---------- DATA RECORDS ----------

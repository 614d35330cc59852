/**
 * Random-phase vectors |r⟩ = 2^{−N/2} Σ_s e^{iφ_s}|s⟩: normalised, reproducible, and unbiased
 * for traces, E⟨r|A|r⟩ = Tr A/2^N, with Var⟨r|A|r⟩ = (Tr A² − Σ_s A_ss²)/4^N
 * (Sugiura & Shimizu, PRL 108, 240401 (2012); the phase form is common practice).
 */
import { describe, expect, it } from 'vitest';
import { fillRandomPhaseVector, measurePauliBatch, pauliBatch } from '../../../workers/src/engines/typical/index.js';

describe('fillRandomPhaseVector', () => {
  it('is normalised with every amplitude of modulus 2^{−N/2}', () => {
    for (const n of [1, 5, 10]) {
      const dim = 2 ** n;
      const v = new Float64Array(2 * dim);
      fillRandomPhaseVector(v, dim, 1, 0);
      let norm = 0;
      for (let s = 0; s < dim; s++) {
        const p = v[2 * s] ** 2 + v[2 * s + 1] ** 2;
        norm += p;
        // cos² + sin² of a double: 1 ± 2ε, times 1/dim.
        expect(Math.abs(p * dim - 1)).toBeLessThan(1e-15);
      }
      expect(Math.abs(norm - 1)).toBeLessThan(1e-13);
    }
  });

  it('depends on (seed, stream) only: the same pair gives the same vector, another pair another', () => {
    const dim = 64;
    const a = new Float64Array(2 * dim), b = new Float64Array(2 * dim), c = new Float64Array(2 * dim), d = new Float64Array(2 * dim);
    fillRandomPhaseVector(a, dim, 7, 3);
    fillRandomPhaseVector(c, dim, 7, 4);
    fillRandomPhaseVector(d, dim, 8, 3);
    fillRandomPhaseVector(b, dim, 7, 3);
    expect(Array.from(b)).toEqual(Array.from(a));
    expect(Array.from(c)).not.toEqual(Array.from(a));
    expect(Array.from(d)).not.toEqual(Array.from(a));
  });

  it('estimates Tr A/2^N without bias, with the predicted variance, and diagonal operators exactly', () => {
    // A = 0.7 + 0.5 X0 + 0.3 Y1Z2 + 0.2 X0X3 + 0.4 Z1 + 0.6 Z0Z2 on 4 sites (2^N = 16):
    // Tr A/16 = 0.7; distinct flip masks are uncorrelated and each off-diagonal string has
    // variance 1/16, so Var = (0.25 + 0.09 + 0.04)/16 = 0.02375. With K = 4000 samples the mean
    // has standard error 2.4e-3 (bound: 5 of them) and the sample variance ~4 % relative
    // scatter (bound: 15 %). The diagonal part (0.7 + 0.4 Z1 + 0.6 Z0Z2) must come out as 0.7
    // in every single sample (|r_s|² = 1/16 exactly): bound 1e-14.
    const dim = 16;
    const strings = [
      { x: 0, z: 0 }, { x: 1, z: 0 }, { x: 2, z: 6 }, { x: 9, z: 0 }, { x: 0, z: 2 }, { x: 0, z: 5 },
    ];
    const w = [0.7, 0.5, 0.3, 0.2, 0.4, 0.6];
    const batch = pauliBatch(strings, dim);
    const v = new Float64Array(2 * dim);
    const re = new Float64Array(6);
    const K = 4000;
    let s1 = 0, s2 = 0;
    for (let k = 0; k < K; k++) {
      fillRandomPhaseVector(v, dim, 2024, k);
      measurePauliBatch(batch, v, re);
      let a = 0, diag = 0;
      w.forEach((wk, j) => { a += wk * re[j]; if (strings[j].x === 0) diag += wk * re[j]; });
      expect(Math.abs(diag - 0.7)).toBeLessThan(1e-14);
      s1 += a; s2 += a * a;
    }
    const mean = s1 / K;
    const variance = (s2 - K * mean * mean) / (K - 1);
    expect(Math.abs(mean - 0.7)).toBeLessThan(5 * Math.sqrt(0.02375 / K));
    expect(Math.abs(variance / 0.02375 - 1)).toBeLessThan(0.15);
  });

  it('rejects a non-power-of-two dimension, a short buffer and seeds or streams out of range', () => {
    expect(() => fillRandomPhaseVector(new Float64Array(12), 0, 1, 0)).toThrow(/dim/);
    expect(() => fillRandomPhaseVector(new Float64Array(12), 2.5, 1, 0)).toThrow(/dim/);
    expect(() => fillRandomPhaseVector(new Float64Array(6), 4, 1, 0)).toThrow(/out/);
    expect(() => fillRandomPhaseVector(new Float64Array(8), 4, -1, 0)).toThrow(/seed/);
    expect(() => fillRandomPhaseVector(new Float64Array(8), 4, 1, 2 ** 32)).toThrow(/stream/);
  });
});
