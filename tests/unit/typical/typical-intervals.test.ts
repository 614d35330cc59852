/**
 * The typical engine on narrowed Chebyshev intervals (typical-intervals.ts): narrower than the
 * Σ|w| bounds, the same samples within the records' own error estimates, and a sample whose
 * interval misses part of the spectrum detected and redone on the bounds.
 */
import { describe, expect, it } from 'vitest';
import {
  IntervalMissError, TypicalSampleRunner, typicalSetup,
} from '../../../workers/src/engines/typical/index.js';
import type { TypicalSampleRecord, TypicalSetup } from '../../../workers/src/engines/typical/index.js';
import { spec } from '../exact/collect.js';

/** Transverse-field Ising quench hx 0.7 → 1.5 on an open chain of 8. */
const QUENCH = spec({
  lattice: { kind: 'chain', length: 8, boundary: 'open' },
  h0: { model: 'ising', J: 1, hx: 0.7 }, h1: { model: 'ising', J: 1, hx: 1.5 },
  betas: [0.5, 2], times: { start: 0, stop: 3, count: 13 },
  observables: [{ kind: 'site', pauli: 'X' }, { kind: 'pair', paulis: 'ZZ' }],
  tolerance: 6e-3, seed: 5,
});

const byKey = (recs: readonly TypicalSampleRecord[]) => new Map(recs.map((r) => [`${r.betaIndex}/${r.sample}`, r]));

/** Largest |a − b| over lnWeight and every primitive, each relative to 2.1·(δ_a + δ_b) (ratio ≤ 1 passes). */
function worstRatio(a: readonly TypicalSampleRecord[], b: readonly TypicalSampleRecord[], np: number): number {
  const other = byKey(b);
  let worst = 0;
  for (const r of a) {
    const w = other.get(`${r.betaIndex}/${r.sample}`)!;
    worst = Math.max(worst, Math.abs(r.lnWeight - w.lnWeight) / (2.1 * (r.thermalError + w.thermalError)));
    for (let k = 0; k < r.primitives.length; k++) {
      const t = Math.floor(k / np);
      worst = Math.max(worst, Math.abs(r.primitives[k] - w.primitives[k]) / (2.1 * (r.stateErrors[t] + w.stateErrors[t])));
    }
  }
  return worst;
}

describe('narrowed intervals of the typical engine', () => {
  describe('when the Lanczos estimate holds', () => {
    it('should run inside the bounds on narrower intervals, agree with the bound run within the records\' own errors and spend fewer applications', async () => {
      const narrow = new TypicalSampleRunner(QUENCH, [0, 1]);
      const wide = new TypicalSampleRunner(QUENCH, [0, 1], undefined, { narrow: false });
      const s = narrow.setup;
      expect(narrow.intervals).not.toBeNull();
      expect(wide.intervals).toBeNull();
      for (const [i, b] of [[s.h0Interval, s.h0Bound], [s.h1Interval, s.h1Bound]]) {
        expect(i.lo).toBeGreaterThan(b.lo);
        expect(i.hi).toBeLessThan(b.hi);
      }
      expect(s.h0Ground).toBeGreaterThan(s.h0Interval.lo);
      expect(s.h0Ground).toBeLessThan(s.h0Interval.hi);
      const a = await narrow.run({ start: 0, count: 3 });
      const b = await wide.run({ start: 0, count: 3 });
      expect(narrow.fallbacks).toBe(0);
      const np = a.primitives;
      expect(worstRatio(a.records, b.records, np)).toBeLessThanOrEqual(1);
      // Error estimates stay small (the budget is 1 % of the tolerance); not a vacuous bound.
      for (const r of a.records) expect(r.stateErrors[12]).toBeLessThan(1e-4);
      const spent = (x: typeof a) => x.records.reduce((m, r) => m + r.matvecs, 0);
      expect(spent(a)).toBeLessThan(0.8 * spent(b));
    });
  });

  describe('when an interval misses part of the spectrum', () => {
    const base = typicalSetup(QUENCH);
    const shrink = (i: { lo: number; hi: number }, f: number) => ({ lo: i.lo * f, hi: i.hi * f });
    const cases: Array<[string, TypicalSetup, RegExp]> = [
      // H1: Σ|w| = 19 and the spectrum reaches ±13.19 (Lanczos, seen); 0.45·19 = 8.55 cuts
      // deep into it, and the outputs lose their unit norm.
      ['H1', { ...base, h1Interval: shrink(base.h1Bound, 0.45) }, /H1's interval/],
      // H0: Σ|w| = 12.6; 0.5·12.6 = 6.3 lies above −E(β = 2) ≈ 8.0 (seen), so ⟨H0⟩ < lo.
      ['H0', { ...base, h0Interval: shrink(base.h0Bound, 0.5), h0Ground: base.h0Bound.hi * 0.5 }, /H0's interval/],
    ];
    for (const [name, bad, message] of cases) {
      it(`should detect a missed ${name} interval and redo the sample on the bounds`, async () => {
        const runner = new TypicalSampleRunner(QUENCH, [0, 1], bad, { narrow: false });
        const wide = new TypicalSampleRunner(QUENCH, [0, 1], base, { narrow: false });
        const got = await runner.run({ start: 0, count: 2 });
        const want = await wide.run({ start: 0, count: 2 });
        expect(runner.fallbacks).toBe(2);
        // The fallback may cut the quench into other blocks (its block outputs are the narrow
        // schedule's): rounding-level differences only.
        const other = byKey(want.records);
        for (const r of got.records) {
          const w = other.get(`${r.betaIndex}/${r.sample}`)!;
          expect(r.lnWeight).toBe(w.lnWeight);
          for (let k = 0; k < r.primitives.length; k++) expect(Math.abs(r.primitives[k] - w.primitives[k])).toBeLessThan(1e-12);
        }
        // The miss itself, as runSample reports it.
        const probe = new TypicalSampleRunner(QUENCH, [0, 1], bad, { narrow: false });
        await expect(probeSample(probe)).rejects.toThrow(message);
      });
    }
  });
});

/** Runs sample 0 of a runner's setup through runSample itself (the runner would hide the miss by falling back). */
async function probeSample(runner: TypicalSampleRunner): Promise<unknown> {
  const { runSample, allocateSampleBuffers } = await import('../../../workers/src/engines/typical/run-sample.js');
  const { typicalBudget } = await import('../../../workers/src/engines/typical/typical-budget.js');
  const s = runner.setup;
  const budget = typicalBudget(s.layout, QUENCH.tolerance, s.sites, s.h0NormBound, [0.5, 2]);
  return runSample({
    setup: s, budget, order: runner.order, sample: 0, buffers: allocateSampleBuffers(s.dim, true, 32),
    blocks: runner.blocks, blockTolerance: budget.realTolerance / 13,
  }).catch((e: unknown) => { expect(e).toBeInstanceOf(IntervalMissError); throw e; });
}

describe('normSlack', () => {
  it('should cover the worst-case rounding of two 2^(N+1)-term sums and never go below 1e-12', async () => {
    const { normSlack, NORM_SLACK } = await import('../../../workers/src/engines/typical/run-sample.js');
    expect(normSlack(2)).toBe(NORM_SLACK);
    expect(normSlack(2 ** 16)).toBeCloseTo(4 * 2 ** 16 * Number.EPSILON, 25);
    // N = 24: 4·2^24·ε = 1.49e-8.
    expect(normSlack(2 ** 24)).toBeGreaterThan(1.4e-8);
    expect(normSlack(2 ** 24)).toBeLessThan(1.6e-8);
  });
});
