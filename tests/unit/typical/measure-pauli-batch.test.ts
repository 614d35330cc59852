/**
 * measurePauliBatch (half-space flip passes, Walsh–Hadamard for many diagonal strings) against
 * the one-string-per-pass kernel pauliExpectation and against dense Pauli matrices.
 */
import { describe, expect, it } from 'vitest';
import { measurePauliBatch, pauliBatch } from '../../../workers/src/engines/typical/index.js';
import { pauliExpectation } from '../../../workers/src/kernels/index.js';
import { matVec, pauliDense, randomVector, seededRandom } from '../kernels/dense-reference.js';

describe('measurePauliBatch', () => {
  it('equals ⟨ψ|P|ψ⟩ from dense matrices for every Pauli string on 3 sites, in input order', () => {
    // Sums of 8 products of O(1) numbers: rounding ~1e-15; 1e-13 leaves headroom. The 8
    // diagonal strings exceed 0.5 per site: this covers the Walsh–Hadamard path.
    const rand = seededRandom(5);
    const n = 3, dim = 8;
    const psi = randomVector(rand, 2 * dim);
    const strings = [];
    for (let z = dim - 1; z >= 0; z--) for (let x = 0; x < dim; x++) strings.push({ x, z });
    const batch = pauliBatch(strings, dim);
    expect(batch.count).toBe(64);
    expect(batch.groups.map((g) => g.x)).toEqual([0, 1, 2, 3, 4, 5, 6, 7]);
    const out = new Float64Array(64);
    measurePauliBatch(batch, psi, out);
    strings.forEach(({ x, z }, k) => {
      const pv = matVec(pauliDense(x, z, n), psi);
      let er = 0;
      for (let j = 0; j < pv.length; j += 2) er += psi[j] * pv[j] + psi[j + 1] * pv[j + 1];
      expect(Math.abs(out[k] - er), `x=${x} z=${z}`).toBeLessThan(1e-13);
    });
  });

  it('agrees with pauliExpectation on 10 sites, with and without the Walsh–Hadamard path and a caller scratch', () => {
    // 2^10-term sums of O(2^-10) products: rounding ~1e-15 absolute; 1e-13.
    const rand = seededRandom(9);
    const dim = 1024;
    const psi = randomVector(rand, 2 * dim);
    const few = [
      { x: 0, z: 3 }, { x: 0, z: 1023 }, { x: 1, z: 0 }, { x: 1, z: 1 }, { x: 1, z: 6 },
      { x: 0b1100, z: 0b0100 }, { x: 0b1100, z: 0b1100 }, { x: 1023, z: 1023 }, { x: 512, z: 0 }, { x: 768, z: 513 },
    ];
    const manyDiagonal = Array.from({ length: 12 }, (_, k) => ({ x: 0, z: (37 * k + 5) & 1023 }));
    const ref = new Float64Array(2);
    for (const strings of [few, [...few, ...manyDiagonal]]) {
      for (const scratch of [undefined, new Float64Array(2 * dim)]) {
        const out = new Float64Array(strings.length);
        measurePauliBatch(pauliBatch(strings, dim), psi, out, scratch);
        strings.forEach((p, k) => {
          pauliExpectation(p, psi, dim, 1, ref);
          expect(Math.abs(out[k] - ref[0])).toBeLessThan(1e-13);
        });
      }
    }
  });

  it('handles an empty list, a single site and the identity string', () => {
    const psi = Float64Array.from([0.6, 0, 0, 0.8]); // 0.6|0⟩ + 0.8i|1⟩ on one site
    const empty = pauliBatch([], 2);
    expect(empty.count).toBe(0);
    measurePauliBatch(empty, psi, new Float64Array(0));
    const out = new Float64Array(4);
    measurePauliBatch(pauliBatch([{ x: 0, z: 0 }, { x: 0, z: 1 }, { x: 1, z: 0 }, { x: 1, z: 1 }], 2), psi, out);
    // ⟨1⟩ = 1, ⟨Z⟩ = 0.36 − 0.64, ⟨X⟩ = 2 Re(0.6·0.8i) = 0, ⟨Y⟩ = 2 Im(conj(0.6)·0.8i) = 0.96.
    expect(out[0]).toBeCloseTo(1, 15);
    expect(out[1]).toBeCloseTo(-0.28, 15);
    expect(out[2]).toBeCloseTo(0, 15);
    expect(out[3]).toBeCloseTo(0.96, 15);
  });

  it('rejects masks outside the space, a non-power-of-two dimension and short buffers', () => {
    expect(() => pauliBatch([{ x: 4, z: 0 }], 4)).toThrow(/strings\[0\]\.x/);
    expect(() => pauliBatch([{ x: 0, z: -1 }], 4)).toThrow(/strings\[0\]\.z/);
    expect(() => pauliBatch([], 6)).toThrow(/power of two/);
    const b = pauliBatch([{ x: 0, z: 1 }], 4);
    expect(() => measurePauliBatch(b, new Float64Array(6), new Float64Array(1))).toThrow(/state/);
    expect(() => measurePauliBatch(b, new Float64Array(8), new Float64Array(0))).toThrow(/out/);
    expect(() => measurePauliBatch(b, new Float64Array(8), new Float64Array(1), new Float64Array(3))).toThrow(/scratch/);
  });
});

----------

■ ACTIVITY: Start at the first line of the material. Reproduce every line exactly, ending with the line that holds "fillRandomPhaseVector(a, dim, 7, 3);".

■ RESPONSE TO THIS TASK:
repository 614d35330cc59852
/**
 * Random-phase vectors |r⟩ = 2^{−N/2} Σ_s e^{iφ_s}|s⟩: normalised, reproducible, and unbiased
 * for traces, E⟨r|A|r⟩ = Tr A/2^N, with Var⟨r|A|r⟩ = (Tr A² − Σ_s A_ss²)/4^N
 * (Sugiura & Shimizu, PRL 108, 240401 (2012); the phase form is common practice).
 */
import { describe, expect, it } from 'vitest';
import { fillRandomPhaseVector, measurePauliBatch, pauliBatch } from '../../../workers/src/engines/typical/index.js';

describe('fillRandomPhaseVector', () => {
  it('is normalised with every amplitude of modulus 2^{−N/2}', () => {
    for (const n of [1, 5, 10]) {
      const dim = 2 ** n;
      const v = new Float64Array(2 * dim);
      fillRandomPhaseVector(v, dim, 1, 0);
      let norm = 0;
      for (let s = 0; s < dim; s++) {
        const p = v[2 * s] ** 2 + v[2 * s + 1] ** 2;
        norm += p;
        // cos² + sin² of a double: 1 ± 2ε, times 1/dim.
        expect(Math.abs(p * dim - 1)).toBeLessThan(1e-15);
      }
      expect(Math.abs(norm - 1)).toBeLessThan(1e-13);
    }
  });

  it('depends on (seed, stream) only: the same pair gives the same vector, another pair another', () => {
    const dim = 64;
    const a = new Float64Array(2 * dim), b = new Float64Array(2 * dim), c = new Float64Array(2 * dim), d = new Float64Array(2 * dim);
    fillRandomPhaseVector(a, dim, 7, 3);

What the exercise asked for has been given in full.